§ Provided entries:
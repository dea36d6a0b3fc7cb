"""A drive's pieces in diffusion times, and every mode's amplitude along them."""

from __future__ import annotations

import os
from dataclasses import dataclass
from functools import cached_property

import numpy as np

from transient.gap.problem import Inputs, Problem
from transient.series.answers import Answer, mode_count
from transient.series.early import ALL
from transient.series.evaluation import base_piece, fill_old, young_levels
from transient.series.gapshape import SeriesError
from transient.series.modes import Modes
from transient.series.recursion import fill_states
from transient.series.transfer import NODE, WEIGHT
from transient.series.young import add_young

# Ages beyond which the modes alone answer a break: few modes where pieces are long, many where they are dense.
WINDOWS = (5e-3, 1e-3, 2e-4, 4e-5, 8e-6)
# Measured costs in ns of a mode across a break, a mode at an instant, a young break at an instant.
_STATE, _MODE, _BREAK = 20.0, 40.0, 300.0
# Amplitudes kept for one case: 12 bytes each.
MOST_STATES = 60_000_000
# Instants evaluated at once: what their contour rows need stays small.
_CHUNK = 4096
_WORTH_THREADS = 3  # parts from which threads are worth starting


@dataclass(frozen=True, eq=False)
class Timeline:
    """Inputs in diffusion times: ``starts`` (P,), ``poly`` (P, 3, 4), ``coeff``, ``exponent`` (P, 3, K).

    ``quiet`` (P, 3): where an input's value does not jump; a break late in a run moves by the round-off of its time,
    and a steep ramp with it, which must not pass for a jump.
    """

    starts: np.ndarray
    poly: np.ndarray
    coeff: np.ndarray
    exponent: np.ndarray
    before: np.ndarray
    quiet: np.ndarray

    @cached_property
    def lengths(self) -> np.ndarray:
        """(P - 1,) lengths of all pieces but the last."""
        return np.diff(self.starts)

    @cached_property
    def exponents(self) -> tuple[np.ndarray, np.ndarray]:
        """Different exponents (R,) and which of them each term has (P, 3, K)."""
        used = np.where(self.coeff == 0, 0, self.exponent)
        rates, index = np.unique(used.ravel(), return_inverse=True)
        return rates, index.reshape(used.shape)

    @property
    def orders(self) -> int:
        """Orders in which answers to breaks are needed: pulse, jump of value, of slope ..., as the drive bends."""
        if self.coeff.any():
            return ALL
        bent = np.flatnonzero(self.poly.any(axis=(0, 1)))
        return 2 + int(bent[-1]) if len(bent) else 2

    def window(self) -> float:
        """Age up to which breaks are answered one by one: what costs least, few modes or few young breaks."""
        pieces = len(self.starts)
        instants = max(pieces, 500)
        best, cheapest = WINDOWS[0], np.inf
        for window in WINDOWS:
            young = (np.arange(pieces) - np.searchsorted(self.starts, self.starts - window)).mean()
            cost = mode_count(window) * (pieces * _STATE + instants * _MODE) + instants * young * _BREAK
            if cost < cheapest and pieces * mode_count(window) <= MOST_STATES / 4:
                best, cheapest = window, cost
        return best


def timeline(inputs: Inputs, problem: Problem) -> Timeline:
    """The problem's inputs in diffusion times; the pressure drop per length G becomes the speed G gap^2 / mu."""
    return scaled(inputs, problem.diffusion_time, np.array([1.0, 1.0, problem.gap**2 / problem.viscosity]))


def scaled(inputs: Inputs, time: float, scale: np.ndarray) -> Timeline:
    """Inputs in units of ``time`` and times ``scale`` (3,)."""
    poly = inputs.poly * scale[None, :, None] * time ** np.arange(4.0)
    coeff = inputs.coeff * scale[None, :, None]
    return Timeline(
        inputs.starts / time, np.ascontiguousarray(poly), np.ascontiguousarray(coeff),
        np.ascontiguousarray(inputs.rate * time), inputs.before * scale,
        np.stack([inputs.row(i).jumps(0) == 0.0 for i in range(3)], axis=1),
    )


@dataclass(frozen=True, eq=False)
class States:
    """Inputs just before each break ``left`` (P, 3) and their ``jump``; amplitudes just before it ``ahead`` (P, M).

    ``reach`` (P, M): the magnitudes of all terms that ``ahead`` is the sum of.
    """

    left: np.ndarray
    jump: np.ndarray
    ahead: np.ndarray
    reach: np.ndarray


def states(
    line: Timeline, kept: Modes, initial: np.ndarray | None = None, worst: np.ndarray | None = None
) -> States:
    """Every mode's amplitude at every break, from ``initial`` (M,) (default: the steady flow of ``before``).

    ``worst`` (M,): the magnitudes that ``initial`` is the sum of.  Raises SeriesError for more breaks than fit.
    """
    pieces, count = len(line.starts), len(kept.rate)
    if pieces * count > MOST_STATES:
        raise SeriesError(f"the drive has {pieces} breaks, more than the series follows at once")
    out = States(
        np.empty((pieces, 3)), np.empty((pieces, 3)), np.empty((pieces, count)), np.empty((pieces, count), np.float32)
    )
    start = np.zeros(count) if initial is None else initial
    fill_states(
        line.lengths, line.poly, line.coeff, line.exponent, line.before, kept.rate, kept.share, start,
        np.abs(start) if worst is None else worst, out.left, out.jump, out.ahead, out.reach,
    )
    begins = line.poly[:, :, 0] + line.coeff.real.sum(axis=2)
    out.left[line.quiet] = begins[line.quiet]
    out.jump[line.quiet] = 0.0
    return out


def evaluate(line: Timeline, at: States, answer: Answer, piece: np.ndarray, offset: np.ndarray):  # type: ignore[no-untyped-def]
    """(outputs (n, Q), size of the terms they are the sum of (n, Q)) at ``piece``, ``offset`` (n,)."""
    out = np.empty((len(piece), answer.weight.shape[1]))
    size = np.empty_like(out)
    rates, index = line.exponents
    rest, whole = answer.steady_response(rates)
    parts = [slice(first, first + _CHUNK) for first in range(0, len(piece), _CHUNK)]

    def fill(part: slice) -> None:
        _evaluate(line, at, answer, piece[part], offset[part], (rest, whole, index), out[part], size[part])

    if len(parts) < _WORTH_THREADS:
        for part in parts:
            fill(part)
    else:  # compiled code runs without the interpreter's lock, and every part writes to its own place
        from concurrent.futures import ThreadPoolExecutor  # not needed by most runs

        with ThreadPoolExecutor(os.cpu_count()) as threads:
            list(threads.map(fill, parts))
    return out, size


def _evaluate(line, at, answer, piece, offset, exponentials, out, size):  # type: ignore[no-untyped-def]
    rest, whole, index = exponentials
    lengths = line.lengths
    drive = (line.starts, lengths, line.poly, line.coeff, line.exponent, at.left)
    base = base_piece(line.starts, piece, offset, answer.window)
    kept = answer.modes
    fill_old(
        *drive, at.jump, at.ahead, at.reach, piece, offset, base, kept.rate, kept.share, answer.weight, answer.slow,
        rest, index, out, size,
    )
    if (base == piece).all():
        return
    levels = young_levels(line.starts, piece, offset, base, answer.window)
    used = np.unique(np.maximum(levels, 0))
    row = np.full(int(used[-1]) + 1, -1)
    row[used] = np.arange(len(used))
    orders = line.orders
    tables = [answer.table(int(level), orders) for level in used]
    series, reach = np.stack([t.series for t in tables]), np.stack([t.reach for t in tables])
    contours = np.stack([answer.contour(int(level)) for level in used])
    smallest = np.ldexp(answer.window, -1 - used)
    add_young(
        *drive, piece, offset, base, levels, row, series, reach, contours, smallest, NODE, WEIGHT, whole, index,
        answer.sudden, out, size,
    )
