"""Times as (piece, offset) of the pieces that an exact solution counts by."""

from __future__ import annotations

import numpy as np


class Located:
    """A solution whose pieces begin at ``starts`` (P,) s."""

    starts: np.ndarray

    def locate(self, t: np.ndarray) -> tuple[np.ndarray, np.ndarray]:
        """(piece, offset) of times ``t`` (n,) >= 0; at a break the later piece."""
        t = np.asarray(t, dtype=float)
        piece = np.clip(np.searchsorted(self.starts, t, side="right") - 1, 0, None)
        return piece, t - self.starts[piece]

§ Task statement: What's wanted is each line above, transcribed with nothing altered.

§ Result of the task:
repository dea36d6a0b3fc7cb
"""A drive's pieces in diffusion times, and every mode's amplitude along them."""

from __future__ import annotations

import os
from dataclasses import dataclass
from functools import cached_property

import numpy as np

from transient.gap.problem import Inputs, Problem
from transient.series.answers import Answer, mode_count
from transient.series.early import ALL
from transient.series.evaluation import base_piece, fill_old, young_levels
from transient.series.gapshape import SeriesError
from transient.series.modes import Modes
from transient.series.recursion import fill_states
from transient.series.transfer import NODE, WEIGHT
from transient.series.young import add_young

# Ages beyond which the modes alone answer a break: few modes where pieces are long, many where they are dense.
WINDOWS = (5e-3, 1e-3, 2e-4, 4e-5, 8e-6)
# Measured costs in ns of a mode across a break, a mode at an instant, a young break at an instant.
_STATE, _MODE, _BREAK = 20.0, 40.0, 300.0
# Amplitudes kept for one case: 12 bytes each.
MOST_STATES = 60_000_000
# Instants evaluated at once: what their contour rows need stays small.
_CHUNK = 4096
_WORTH_THREADS = 3  # parts from which threads are worth starting


@dataclass(frozen=True, eq=False)
class Timeline:
    """Inputs in diffusion times: ``starts`` (P,), ``poly`` (P, 3, 4), ``coeff``, ``exponent`` (P, 3, K).

    ``quiet`` (P, 3): where an input's value does not jump; a break late in a run moves by the round-off of its time,
    and a steep ramp with it, which must not pass for a jump.
    """

    starts: np.ndarray
    poly: np.ndarray
    coeff: np.ndarray
    exponent: np.ndarray
    before: np.ndarray
    quiet: np.ndarray

    @cached_property
    def lengths(self) -> np.ndarray:
        """(P - 1,) lengths of all pieces but the last."""
        return np.diff(self.starts)

    @cached_property
    def exponents(self) -> tuple[np.ndarray, np.ndarray]:
        """Different exponents (R,) and which of them each term has (P, 3, K)."""
        used = np.where(self.coeff == 0, 0, self.exponent)
        rates, index = np.unique(used.ravel(), return_inverse=True)
        return rates, index.reshape(used.shape)

    @property
    def orders(self) -> int:
        """Orders in which answers to breaks are needed: pulse, jump of value, of slope ..., as the drive bends."""
        if self.coeff.any():
            return ALL
        bent = np.flatnonzero(self.poly.any(axis=(0, 1)))
        return 2 + int(bent[-1]) if len(bent) else 2

    def window(self) -> float:
        """Age up to which breaks are answered one by one: what costs least, few modes or few young breaks."""
        pieces = len(self.starts)
        instants = max(pieces, 500)
        best, cheapest = WINDOWS[0], np.inf
        for window in WINDOWS:
            young = (np.arange(pieces) - np.searchsorted(self.starts, self.starts - window)).mean()
            cost = mode_count(window) * (pieces * _STATE + instants * _MODE) + instants * young * _BREAK
            if cost < cheapest and pieces * mode_count(window) <= MOST_STATES / 4:
                best, cheapest = window, cost
        return best


def timeline(inputs: Inputs, problem: Problem) -> Timeline:
    """The problem's inputs in diffusion times; the pressure drop per length G becomes the speed G gap^2 / mu."""
    return scaled(inputs, problem.diffusion_time, np.array([1.0, 1.0, problem.gap**2 / problem.viscosity]))


def scaled(inputs: Inputs, time: float, scale: np.ndarray) -> Timeline:
    """Inputs in units of ``time`` and times ``scale`` (3,)."""
    poly = inputs.poly * scale[None, :, None] * time ** np.arange(4.0)
    coeff = inputs.coeff * scale[None, :, None]
    return Timeline(
        inputs.starts / time, np.ascontiguousarray(poly), np.ascontiguousarray(coeff),
        np.ascontiguousarray(inputs.rate * time), inputs.before * scale,
        np.stack([inputs.row(i).jumps(0) == 0.0 for i in range(3)], axis=1),
    )


@dataclass(frozen=True, eq=False)
class States:
    """Inputs just before each break ``left`` (P, 3) and their ``jump``; amplitudes just before it ``ahead`` (P, M).

    ``reach`` (P, M): the magnitudes of all terms that ``ahead`` is the sum of.
    """

    left: np.ndarray
    jump: np.ndarray
    ahead: np.ndarray
    reach: np.ndarray


def states(
    line: Timeline, kept: Modes, initial: np.ndarray | None = None, worst: np.ndarray | None = None
) -> States:
    """Every mode's amplitude at every break, from ``initial`` (M,) (default: the steady flow of ``before``).

    ``worst`` (M,): the magnitudes that ``initial`` is the sum of.  Raises SeriesError for more breaks than fit.
    """
    pieces, count = len(line.starts), len(kept.rate)
    if pieces * count > MOST_STATES:
        raise SeriesError(f"the drive has {pieces} breaks, more than the series follows at once")
    out = States(
        np.empty((pieces, 3)), np.empty((pieces, 3)), np.empty((pieces, count)), np.empty((pieces, count), np.float32)
    )
    start = np.zeros(count) if initial is None else initial
    fill_states(
        line.lengths, line.poly, line.coeff, line.exponent, line.before, kept.rate, kept.share, start,
        np.abs(start) if worst is None else worst, out.left, out.jump, out.ahead, out.reach,
    )
    begins = line.poly[:, :, 0] + line.coeff.real.sum(axis=2)
    out.left[line.quiet] = begins[line.quiet]
    out.jump[line.quiet] = 0.0
    return out


def evaluate(line: Timeline, at: States, answer: Answer, piece: np.ndarray, offset: np.ndarray):  # type: ignore[no-untyped-def]
    """(outputs (n, Q), size of the terms they are the sum of (n, Q)) at ``piece``, ``offset`` (n,)."""
    out = np.empty((len(piece), answer.weight.shape[1]))
    size = np.empty_like(out)
    rates, index = line.exponents
    rest, whole = answer.steady_response(rates)
    parts = [slice(first, first + _CHUNK) for first in range(0, len(piece), _CHUNK)]

    def fill(part: slice) -> None:
        _evaluate(line, at, answer, piece[part], offset[part], (rest, whole, index), out[part], size[part])

    if len(parts) < _WORTH_THREADS:
        for part in parts:
            fill(part)
    else:  # compiled code runs without the interpreter's lock, and every part writes to its own place
        from concurrent.futures import ThreadPoolExecutor  # not needed by most runs

        with ThreadPoolExecutor(os.cpu_count()) as threads:
            list(threads.map(fill, parts))
    return out, size


def _evaluate(line, at, answer, piece, offset, exponentials, out, size):  # type: ignore[no-untyped-def]
    rest, whole, index = exponentials
    lengths = line.lengths
    drive = (line.starts, lengths, line.poly, line.coeff, line.exponent, at.left)
    base = base_piece(line.starts, piece, offset, answer.window)
    kept = answer.modes
    fill_old(
        *drive, at.jump, at.ahead, at.reach, piece, offset, base, kept.rate, kept.share, answer.weight, answer.slow,
        rest, index, out, size,
    )
    if (base == piece).all():
        return
    levels = young_levels(line.starts, piece, offset, base, answer.window)
    used = np.unique(np.maximum(levels, 0))
    row = np.full(int(used[-1]) + 1, -1)
    row[used] = np.arange(len(used))
    orders = line.orders
    tables = [answer.table(int(level), orders) for level in used]
    series, reach = np.stack([t.series for t in tables]), np.stack([t.reach for t in tables])
    contours = np.stack([answer.contour(int(level)) for level in used])
    smallest = np.ldexp(answer.window, -1 - used)
    add_young(
        *drive, piece, offset, base, levels, row, series, reach, contours, smallest, NODE, WEIGHT, whole, index,
        answer.sudden, out, size,
    )
"""Times as (piece, offset) of the pieces that an exact solution counts by."""

from __future__ import annotations

import numpy as np


class Located:
    """A solution whose pieces begin at ``starts`` (P,) s."""

    starts: np.ndarray

    def locate(self, t: np.ndarray) -> tuple[np.ndarray, np.ndarray]:
        """(piece, offset) of times ``t`` (n,) >= 0; at a break the later piece."""
        t = np.asarray(t, dtype=float)
        piece = np.clip(np.searchsorted(self.starts, t, side="right") - 1, 0, None)
        return piece, t - self.starts[piece]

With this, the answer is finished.